___ Records for this exercise ___
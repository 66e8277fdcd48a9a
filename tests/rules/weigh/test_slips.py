"""Readings that fit no fault and no sound machine are named, with what may have happened."""

import math
from pathlib import Path

import msgspec
import pytest

from calc.quantities import MEASURES
from calc.sheet_io import read_sheet
from rules.weigh.posterior import OTHER
from tests.rules.makers import case, reading

from .cases import answer, simulated


def with_readings(sheet, readings):
    return msgspec.structs.replace(sheet, readings=tuple(readings))


def wrong(sheet, key, factor, *, only=None):
    """The sheet with one reading, or one of its three values, off by a factor."""

    def off(value, place):
        if only is not None and place != only:
            return value
        number, step = value.number * factor, value.resolution * factor
        return msgspec.structs.replace(value, text=f"{number:g} {value.unit}", number=number, resolution=step)

    return with_readings(
        sheet,
        [
            msgspec.structs.replace(r, values=tuple(off(v, i) for i, v in enumerate(r.values)))
            if r.key == key
            else r
            for r in sheet.readings
        ],
    )


WHOLE = ("supply_voltage@loaded", "line_current@loaded", "line_current@no_load", "speed@loaded",
         "winding_resistance@isolated", "input_power@loaded")  # fmt: skip
THREE = [key for key in WHOLE if MEASURES[key.split("@")[0]].arity == 3]
SLIPPED = [(key, factor) for key in WHOLE for factor in (10.0, 0.1)]


@pytest.mark.parametrize(("key", "factor"), SLIPPED)
def test_one_gross_slip_among_eight_readings_convicts_nobody_and_is_to_be_repeated(key, factor):
    found = answer(wrong(simulated(WHOLE.index(key)), key, factor))
    assert all(f.probability < 0.8 for f in found.faults if f.id not in {"healthy", OTHER})
    assert "Repeat it" in next(slip.text for slip in found.slips if slip.about == key)


@pytest.mark.parametrize(("key", "factor"), SLIPPED)
def test_a_misplaced_decimal_point_is_named(key, factor):
    found = answer(wrong(simulated(4), key, factor))
    text = next(slip.text for slip in found.slips if slip.about == key)
    side = "left" if factor > 1.0 else "right"
    assert f"decimal point one place to the {side}" in text


@pytest.mark.parametrize("key", THREE)
@pytest.mark.parametrize(("factor", "place"), [(10.0, 0), (0.1, 2)])
def test_one_of_three_values_with_its_point_misplaced_convicts_nobody(key, factor, place):
    found = answer(wrong(simulated(10 + THREE.index(key)), key, factor, only=place))
    assert all(f.probability < 0.8 for f in found.faults if f.id not in {"healthy", OTHER})
    assert key in {slip.about for slip in found.slips}


@pytest.mark.parametrize("seed", range(4))
def test_honest_readings_of_a_sound_motor_are_called_no_slip_and_no_fault(seed):
    found = answer(simulated(20 + seed))
    assert not found.slips
    assert found.faults[0].id == "healthy"


def test_a_slip_by_root_three_is_not_called_a_decimal_point():
    found = answer(wrong(simulated(3), "line_current@loaded", math.sqrt(3.0)))
    text = next(slip.text for slip in found.slips if slip.about == "line_current@loaded")
    assert "decimal point" not in text


def test_a_hot_frame_is_not_explained_by_a_factor():
    found = answer(read_sheet(Path(__file__).parents[2] / "sheets" / "fan_supply_unbalance.yaml"))
    assert not any("factor" in slip.text for slip in found.slips if "temperature" in slip.about)


def test_a_single_reading_that_no_fault_explains_is_named_though_nothing_else_was_read():
    found = answer(case("runs_hot", reading("speed", "loaded", "2900 rpm")))
    assert found.faults[0].id == OTHER
    assert [slip.about for slip in found.slips] == ["speed@loaded"]
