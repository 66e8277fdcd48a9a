"""What must hold of the odds, whatever was read."""

import itertools
import json
import math
import os
import random
import subprocess
import sys
import warnings
from functools import cache
from pathlib import Path

import msgspec
import pytest

from calc.kinds import MODELS, twin_of
from calc.quantities import KINDS
from calc.sheet import CaseSheet, Machine, Reading, Value
from calc.sheet_io import read_sheet
from rules.diagnosing import diagnose
from rules.learned import Counts, with_counts
from rules.weigh.posterior import OTHER, weigh
from rules.weigh.reasons import reasons, rival
from tests.rules.makers import case, insulation, reading, shipped, value

from .cases import answer, numbers_of, odds, simulated, typed

SHEETS = sorted((Path(__file__).parents[2] / "sheets").glob("*.yaml"))
FAULTY = (
    ("open_line", 0), ("series_resistance", 1), ("turn_short", 2), ("voltage_unbalance", 0),
    ("broken_bars", 0),
    ("open_phase", 1), ("excess_load", 0),
)  # fmt: skip
MODELLED = [path for path in SHEETS if read_sheet(path).machine.kind in MODELS]
each_sheet = pytest.mark.parametrize("path", MODELLED, ids=lambda p: p.stem)


@cache
def sheet_of(path: Path) -> CaseSheet:
    return read_sheet(path)


@cache
def posterior_of(path: Path):
    sheet = sheet_of(path)
    return weigh(sheet, shipped(), twin_of(sheet.machine))


@cache
def answer_of(path: Path):
    return answer(sheet_of(path))


def apart(one, other):
    return max(abs(one.get(k, 0.0) - other.get(k, 0.0)) for k in one.keys() | other.keys())


def with_readings(sheet, readings):
    return msgspec.structs.replace(sheet, readings=tuple(readings))


# Odds are odds.


@each_sheet
def test_odds_lie_between_nought_and_one_and_sum_to_one(path):
    found = answer_of(path).faults
    assert sum(f.probability for f in found) == pytest.approx(1.0, abs=1e-9)
    assert all(0.0 <= f.probability <= 1.0 for f in found)
    assert len({f.id for f in found}) == len(found)
    assert OTHER in {f.id for f in found}
    assert [f.probability for f in found] == sorted((f.probability for f in found), reverse=True)


@each_sheet
def test_causes_inside_a_fault_carry_at_most_its_odds(path):
    for fault in answer_of(path).faults:
        assert sum(part.probability for part in fault.within) <= fault.probability + 1e-9
        assert all(part.probability >= 0.0 for part in fault.within)


@each_sheet
def test_every_number_of_an_answer_is_finite(path):
    assert all(math.isfinite(number) for number in numbers_of(answer_of(path)))


@each_sheet
def test_every_band_is_in_order(path):
    assert answer_of(path).expected
    for band in answer_of(path).expected:
        assert band.low <= band.mid <= band.high, band


# Order and repetition.


@each_sheet
def test_the_order_of_different_readings_does_not_matter(path):
    sheet = sheet_of(path)
    if len({r.key for r in sheet.readings}) < len(sheet.readings):
        pytest.skip("the last of several readings of one thing counts")
    mixed = list(sheet.readings)
    random.Random(3).shuffle(mixed)
    again = odds(with_readings(sheet, mixed))
    assert apart({f.id: f.probability for f in answer_of(path).faults}, again) < 1e-4


@pytest.mark.parametrize("order", list(itertools.permutations(range(3)))[1:], ids=str)
def test_the_order_of_three_insulation_readings_does_not_matter(order):
    three = (
        reading("insulation_resistance_30s", "isolated", "900 Mohm"),
        reading("insulation_resistance", "isolated", "3 Mohm"),
        reading("insulation_resistance_10min", "isolated", "20 Mohm"),
    )
    assert (
        apart(odds(case("routine_check", *three)), odds(case("routine_check", *(three[k] for k in order))))
        < 0.01
    )


def test_the_last_of_two_readings_of_one_thing_counts():
    first, last = insulation("2 Mohm"), insulation("800 Mohm")
    assert apart(odds(case("routine_check", first, last)), odds(case("routine_check", last))) < 1e-9


@pytest.mark.parametrize(("effect", "place"), FAULTY)
@pytest.mark.parametrize("steps", [1, 2])
def test_rotating_the_three_lines_of_every_reading_leaves_the_odds(effect, place, steps):
    sheet = simulated(5 * place + 1, effect, place=place, complaint="runs_hot")
    rotated = with_readings(
        sheet,
        [
            msgspec.structs.replace(r, values=r.values[-steps:] + r.values[:-steps])
            if len(r.values) == 3
            else r
            for r in sheet.readings
        ],
    )
    assert apart(odds(sheet), odds(rotated)) < 0.005


@each_sheet
def test_the_same_sheet_gives_the_same_bytes(path):
    assert msgspec.json.encode(answer_of(path)) == msgspec.json.encode(answer(sheet_of(path)))


def test_another_process_with_another_hash_seed_gives_the_same_bytes():
    script = (
        "import sys, msgspec; from calc.sheet_io import read_sheet; from rules.diagnosing import diagnose;"
        "from tests.rules.makers import shipped;"
        "answers = [diagnose(read_sheet(p), knowledge=shipped()) for p in sys.argv[1:]];"
        "[print(msgspec.json.encode(a).decode()) for a in answers]"
    )
    paths = [str(path) for path in MODELLED[:3]]
    printed = [
        subprocess.run(
            [sys.executable, "-c", script, *paths],
            env={**os.environ, "PYTHONHASHSEED": seed, "PYTHONPATH": str(Path(__file__).parents[3])},
            capture_output=True, text=True, check=True,
        ).stdout
        for seed in ("1", "2")
    ]  # fmt: skip
    assert printed[0] == printed[1]
    assert len([json.loads(line) for line in printed[0].splitlines()]) == 3


# What a reading may and may not do.


def test_a_reading_that_says_nothing_changes_nearly_nothing():
    sheet = simulated(4, complaint="trips_under_load")
    blurred = Value(text="7 kW", number=7000.0, unit="kW", resolution=1e9)
    vague = Reading(
        measure="power_factor", state="loaded", values=(Value(text="0.8", number=0.8, resolution=50.0),)
    )
    without = [r for r in sheet.readings if r.measure != "input_power"]
    plain = odds(with_readings(sheet, without))
    assert apart(plain, odds(with_readings(sheet, [*without, vague]))) < 0.02
    power = Reading(measure="input_power", state="loaded", values=(blurred,))
    assert apart(plain, odds(with_readings(sheet, [*without, power]))) < 0.05


def test_a_reading_that_nobody_weighs_changes_nothing_and_is_named():
    sheet = simulated(4, complaint="trips_under_load")
    knowledge = shipped()
    posterior = weigh(sheet, knowledge, twin_of(sheet.machine))
    known = {r.measure for r in posterior.direct} | {s.ask.measure for s in posterior.data.seen}
    measure = next(
        m for m in ("starts_per_hour", "drive_current", "dc_bus_voltage", "overload_class", "brake_voltage")
        if m not in known and not any({m, f"{m}@standby"} & {*f.readings} for f in knowledge.faults.values())
    )  # fmt: skip
    more = with_readings(sheet, [*sheet.readings, typed(measure, "standby", [4.0])])
    assert apart(odds(sheet), odds(more)) < 1e-12
    assert any(measure in note.replace(" ", "_") for note in answer(more).notes)


def test_an_observation_that_no_rule_knows_changes_nothing():
    sheet = simulated(4)
    told = msgspec.structs.replace(sheet, observations={"smells_of_lavender": True})
    assert apart(odds(sheet), odds(told)) < 1e-12


def test_one_hot_bearing_of_two_speaks_for_a_bearing():
    cool = reading("bearing_temperature", "loaded", "47 degC", position="nde")
    hot = reading("bearing_temperature", "loaded", "95 degC", position="de")
    base = odds(case("noisy_or_vibrating", cool))
    found = answer(case("noisy_or_vibrating", cool, hot))
    both = {f.id: f.probability for f in found.faults}
    assert both["bearing_defect"] > 2.0 * base["bearing_defect"]
    assert not found.slips


# Reasons.


@each_sheet
def test_the_weights_of_all_reasons_add_up_to_the_odds(path):
    posterior = posterior_of(path)
    for fault, chance in posterior.odds.items():
        against = rival(posterior) if fault == "healthy" else "healthy"
        if fault == OTHER or not (chance > 1e-280 and posterior.odds[against] > 1e-280):
            continue
        found = reasons(posterior, fault, against)
        expected = math.log(chance / posterior.odds[against])
        assert sum(r.weight for r in found) == pytest.approx(expected, abs=1e-6), fault


@each_sheet
def test_what_is_shown_carries_the_reasons_of_the_leading_faults(path):
    found = answer_of(path)
    chances = {f.id: f.probability for f in found.faults}
    against = max((k for k in sorted(chances) if k not in {"healthy", OTHER}), key=lambda k: chances[k])
    for fault in found.faults[:4]:
        if fault.id == OTHER:
            continue
        other = against if fault.id == "healthy" else "healthy"
        assert fault.reasons
        if min(fault.probability, chances[other]) > 1e-280:
            weight = sum(r.weight for r in fault.reasons)
            assert weight == pytest.approx(math.log(fault.probability / chances[other]), abs=1e-6)
        assert all(r.text for r in fault.reasons)


# Evidence works in the right direction.


@pytest.mark.parametrize("efficiency", ["60 %", "10.8 %"])
def test_a_plate_that_contradicts_itself_does_not_decide_the_case(efficiency):
    plate = {"power": "6 kW", "voltage": "400 V", "current": "12.36 A", "power_factor": "0.74"}
    sheet = case("trips_at_start", insulation("0.02 Mohm"), nameplate=plate)
    told = msgspec.structs.replace(sheet.machine.nameplate, efficiency=value(efficiency, "percent"))
    machine = msgspec.structs.replace(sheet.machine, nameplate=told)
    found = odds(msgspec.structs.replace(sheet, machine=machine))
    assert all(math.isfinite(chance) for chance in found.values())
    assert found[OTHER] < 0.5


@pytest.mark.parametrize("rpm", ["2890 rpm", "1455 rpm", "955 rpm"])
def test_any_usual_speed_of_a_motor_whose_plate_cannot_be_read_is_no_fault(rpm):
    found = answer(case("routine_check", reading("speed", "loaded", rpm), plate=False))
    assert found.faults[0].id == "healthy"


@pytest.mark.parametrize("rpm", ["3510 rpm", "1755 rpm", "1165 rpm"])
def test_a_usual_speed_on_60_hz_of_a_motor_whose_plate_cannot_be_read_is_no_fault(rpm):
    found = answer(case("routine_check", reading("speed", "loaded", rpm), plate=False))
    assert found.faults[0].id == "healthy"


@pytest.mark.parametrize("kind", ["dc_series", "dc_shunt"])
def test_a_ripple_frequency_alone_leaves_finite_bands(kind):
    read = reading("ripple_frequency", "loaded", "64.96 Hz")
    with warnings.catch_warnings():
        warnings.simplefilter("error")
        found = answer(case("after_repair", read, kind=kind, nameplate={}))
    assert all(math.isfinite(number) for number in numbers_of(found))


def test_even_windings_speak_against_a_turn_short_and_uneven_ones_for_it():
    plate = {"connection": "star"}
    plate |= {
        "power": "7.5 kW",
        "voltage": "400 V",
        "current": "14.9 A",
        "frequency": "50 Hz",
        "speed": "1455 rpm",
    }

    def of(*texts):
        read = (reading("winding_resistance", "isolated", *texts, method="four_wire"),)
        return odds(case("trips_under_load", *read, nameplate=plate))["turn_short"]

    even, uneven = of("1.912 ohm", "1.910 ohm", "1.911 ohm"), of("1.780 ohm", "1.911 ohm", "1.778 ohm")
    bare = odds(case("trips_under_load", nameplate=plate))["turn_short"]
    assert uneven > 3.0 * bare
    assert even < bare


@pytest.mark.parametrize(("megohm", "least"), [("0.2 Mohm", 0.8), ("800 Mohm", 0.0)])
def test_low_insulation_speaks_for_what_lowers_it(megohm, least):
    found = odds(case("routine_check", insulation(megohm)))
    wet = found["ground_fault"] + found["damp_insulation"]
    assert wet >= least if least else wet < 0.1


def test_confirmed_cases_of_the_shop_shift_the_start():
    sheet = case("noisy_or_vibrating")
    counted = with_counts(shipped(), "induction_3ph", Counts(faults={"misalignment": 30.0}))
    own = {f.id: f.probability for f in diagnose(sheet, knowledge=counted).faults}
    assert own["misalignment"] > 1.5 * odds(sheet)["misalignment"]
    assert sum(own.values()) == pytest.approx(1.0)


def test_no_confirmed_case_shifts_nothing():
    assert with_counts(shipped(), "induction_3ph", Counts()) is shipped()


# Kinds without a model.


@pytest.mark.parametrize("kind", sorted(set(KINDS) - set(MODELS)))
def test_a_kind_without_a_model_says_so_and_gives_no_odds(kind):
    sheet = CaseSheet(
        machine=Machine(kind=kind), complaint="routine_check", readings=(insulation("0.3 Mohm"),)
    )
    found = answer(sheet)
    assert found.model == "none"
    assert not found.faults
    assert not found.expected
    assert found.notes
    assert found.energise.gate == "shut"
    assert any(f.verdict == "stop" for f in found.findings)
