"""What must hold of the odds, whatever was read."""

import itertools
import json
import math
import os
import random
import subprocess
import sys
from functools import cache
from pathlib import Path

import msgspec
import pytest

from calc.kinds import MODELS, twin_of
from calc.quantities import KINDS
from calc.sheet import CaseSheet, Machine
from calc.sheet_io import read_sheet
from rules.weigh.posterior import OTHER, weigh
from rules.weigh.reasons import reasons, rival
from tests.rules.makers import case, insulation, reading, shipped

from .cases import answer, apart, numbers_of, odds, simulated, with_readings

SHEETS = sorted((Path(__file__).parents[2] / "sheets").glob("*.yaml"))
FAULTY = (
    ("open_line", 0), ("series_resistance", 1), ("turn_short", 2), ("voltage_unbalance", 0),
    ("broken_bars", 0),
    ("open_phase", 1), ("excess_load", 0),
)  # fmt: skip
MODELLED = [path for path in SHEETS if read_sheet(path).machine.kind in MODELS]
each_sheet = pytest.mark.parametrize("path", MODELLED, ids=lambda p: p.stem)


@cache
def sheet_of(path: Path) -> CaseSheet:
    return read_sheet(path)


@cache
def posterior_of(path: Path):
    sheet = sheet_of(path)
    return weigh(sheet, shipped(), twin_of(sheet.machine))


@cache
def answer_of(path: Path):
    return answer(sheet_of(path))


# Odds are odds.


@each_sheet
def test_odds_lie_between_nought_and_one_and_sum_to_one(path):
    found = answer_of(path).faults
    assert sum(f.probability for f in found) == pytest.approx(1.0, abs=1e-9)
    assert all(0.0 <= f.probability <= 1.0 for f in found)
    assert len({f.id for f in found}) == len(found)
    assert OTHER in {f.id for f in found}
    assert [f.probability for f in found] == sorted((f.probability for f in found), reverse=True)


@each_sheet
def test_causes_inside_a_fault_carry_at_most_its_odds(path):
    for fault in answer_of(path).faults:
        assert sum(part.probability for part in fault.within) <= fault.probability + 1e-9
        assert all(part.probability >= 0.0 for part in fault.within)


@each_sheet
def test_every_number_of_an_answer_is_finite(path):
    assert all(math.isfinite(number) for number in numbers_of(answer_of(path)))


@each_sheet
def test_every_band_is_in_order(path):
    assert answer_of(path).expected
    for band in answer_of(path).expected:
        assert band.low <= band.mid <= band.high, band


# Order and repetition.


@each_sheet
def test_the_order_of_different_readings_does_not_matter(path):
    sheet = sheet_of(path)
    if len({r.key for r in sheet.readings}) < len(sheet.readings):
        pytest.skip("the last of several readings of one thing counts")
    mixed = list(sheet.readings)
    random.Random(3).shuffle(mixed)
    again = odds(with_readings(sheet, mixed))
    assert apart({f.id: f.probability for f in answer_of(path).faults}, again) < 1e-4


@pytest.mark.parametrize("order", list(itertools.permutations(range(3)))[1:], ids=str)
def test_the_order_of_three_insulation_readings_does_not_matter(order):
    three = (
        reading("insulation_resistance_30s", "isolated", "900 Mohm"),
        reading("insulation_resistance", "isolated", "3 Mohm"),
        reading("insulation_resistance_10min", "isolated", "20 Mohm"),
    )
    assert (
        apart(odds(case("routine_check", *three)), odds(case("routine_check", *(three[k] for k in order))))
        < 0.01
    )


def test_the_last_of_two_readings_of_one_thing_counts():
    first, last = insulation("2 Mohm"), insulation("800 Mohm")
    assert apart(odds(case("routine_check", first, last)), odds(case("routine_check", last))) < 1e-9


@pytest.mark.parametrize(("effect", "place"), FAULTY)
@pytest.mark.parametrize("steps", [1, 2])
def test_rotating_the_three_lines_of_every_reading_leaves_the_odds(effect, place, steps):
    sheet = simulated(5 * place + 1, effect, place=place, complaint="runs_hot")
    rotated = with_readings(
        sheet,
        [
            msgspec.structs.replace(r, values=r.values[-steps:] + r.values[:-steps])
            if len(r.values) == 3
            else r
            for r in sheet.readings
        ],
    )
    assert apart(odds(sheet), odds(rotated)) < 0.005


@each_sheet
def test_the_same_sheet_gives_the_same_bytes(path):
    assert msgspec.json.encode(answer_of(path)) == msgspec.json.encode(answer(sheet_of(path)))


def test_another_process_with_another_hash_seed_gives_the_same_bytes():
    script = (
        "import sys, msgspec; from calc.sheet_io import read_sheet; from rules.diagnosing import diagnose;"
        "from tests.rules.makers import shipped;"
        "answers = [diagnose(read_sheet(p), knowledge=shipped()) for p in sys.argv[1:]];"
        "[print(msgspec.json.encode(a).decode()) for a in answers]"
    )
    paths = [str(path) for path in MODELLED[:3]]
    printed = [
        subprocess.run(
            [sys.executable, "-c", script, *paths],
            env={**os.environ, "PYTHONHASHSEED": seed, "PYTHONPATH": str(Path(__file__).parents[3])},
            capture_output=True, text=True, check=True,
        ).stdout
        for seed in ("1", "2")
    ]  # fmt: skip
    assert printed[0] == printed[1]
    assert len([json.loads(line) for line in printed[0].splitlines()]) == 3


# Reasons.


@each_sheet
def test_the_weights_of_all_reasons_add_up_to_the_odds(path):
    posterior = posterior_of(path)
    for fault, chance in posterior.odds.items():
        against = rival(posterior) if fault == "healthy" else "healthy"
        if fault == OTHER or not (chance > 1e-280 and posterior.odds[against] > 1e-280):
            continue
        found = reasons(posterior, fault, against)
        expected = math.log(chance / posterior.odds[against])
        assert sum(r.weight for r in found) == pytest.approx(expected, abs=1e-6), fault


@each_sheet
def test_what_is_shown_carries_the_reasons_of_the_leading_faults(path):
    found = answer_of(path)
    chances = {f.id: f.probability for f in found.faults}
    against = max((k for k in sorted(chances) if k not in {"healthy", OTHER}), key=lambda k: chances[k])
    for fault in found.faults[:4]:
        if fault.id == OTHER:
            continue
        other = against if fault.id == "healthy" else "healthy"
        assert fault.reasons
        if min(fault.probability, chances[other]) > 1e-280:
            weight = sum(r.weight for r in fault.reasons)
            assert weight == pytest.approx(math.log(fault.probability / chances[other]), abs=1e-6)
        assert all(r.text for r in fault.reasons)


# Kinds without a model.


@pytest.mark.parametrize("kind", sorted(set(KINDS) - set(MODELS)))
def test_a_kind_without_a_model_says_so_and_gives_no_odds(kind):
    sheet = CaseSheet(
        machine=Machine(kind=kind), complaint="routine_check", readings=(insulation("0.3 Mohm"),)
    )
    found = answer(sheet)
    assert found.model == "none"
    assert not found.faults
    assert not found.expected
    assert found.notes
    assert found.energise.gate == "shut"
    assert any(f.verdict == "stop" for f in found.findings)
___
__Assignment__
From the very first line of the records down to the line with "THREE = [key", please write out each line exactly, including both ends and no other lines.

__Your response__
repository 66e8277fdcd48a9a
filename tests/rules/weigh/test_slips.py
"""Readings that fit no fault and no sound machine are named, with what may have happened."""

import math
from pathlib import Path

import msgspec
import pytest

from calc.quantities import MEASURES
from calc.sheet_io import read_sheet
from rules.weigh.posterior import OTHER
from tests.rules.makers import case, reading

from .cases import answer, simulated


def with_readings(sheet, readings):
    return msgspec.structs.replace(sheet, readings=tuple(readings))


def wrong(sheet, key, factor, *, only=None):
    """The sheet with one reading, or one of its three values, off by a factor."""

    def off(value, place):
        if only is not None and place != only:
            return value
        number, step = value.number * factor, value.resolution * factor
        return msgspec.structs.replace(value, text=f"{number:g} {value.unit}", number=number, resolution=step)

    return with_readings(
        sheet,
        [
            msgspec.structs.replace(r, values=tuple(off(v, i) for i, v in enumerate(r.values)))
            if r.key == key
            else r
            for r in sheet.readings
        ],
    )


WHOLE = ("supply_voltage@loaded", "line_current@loaded", "line_current@no_load", "speed@loaded",
         "winding_resistance@isolated", "input_power@loaded")  # fmt: skip
THREE = [key for key in WHOLE if MEASURES[key.split("@")[0]].arity == 3]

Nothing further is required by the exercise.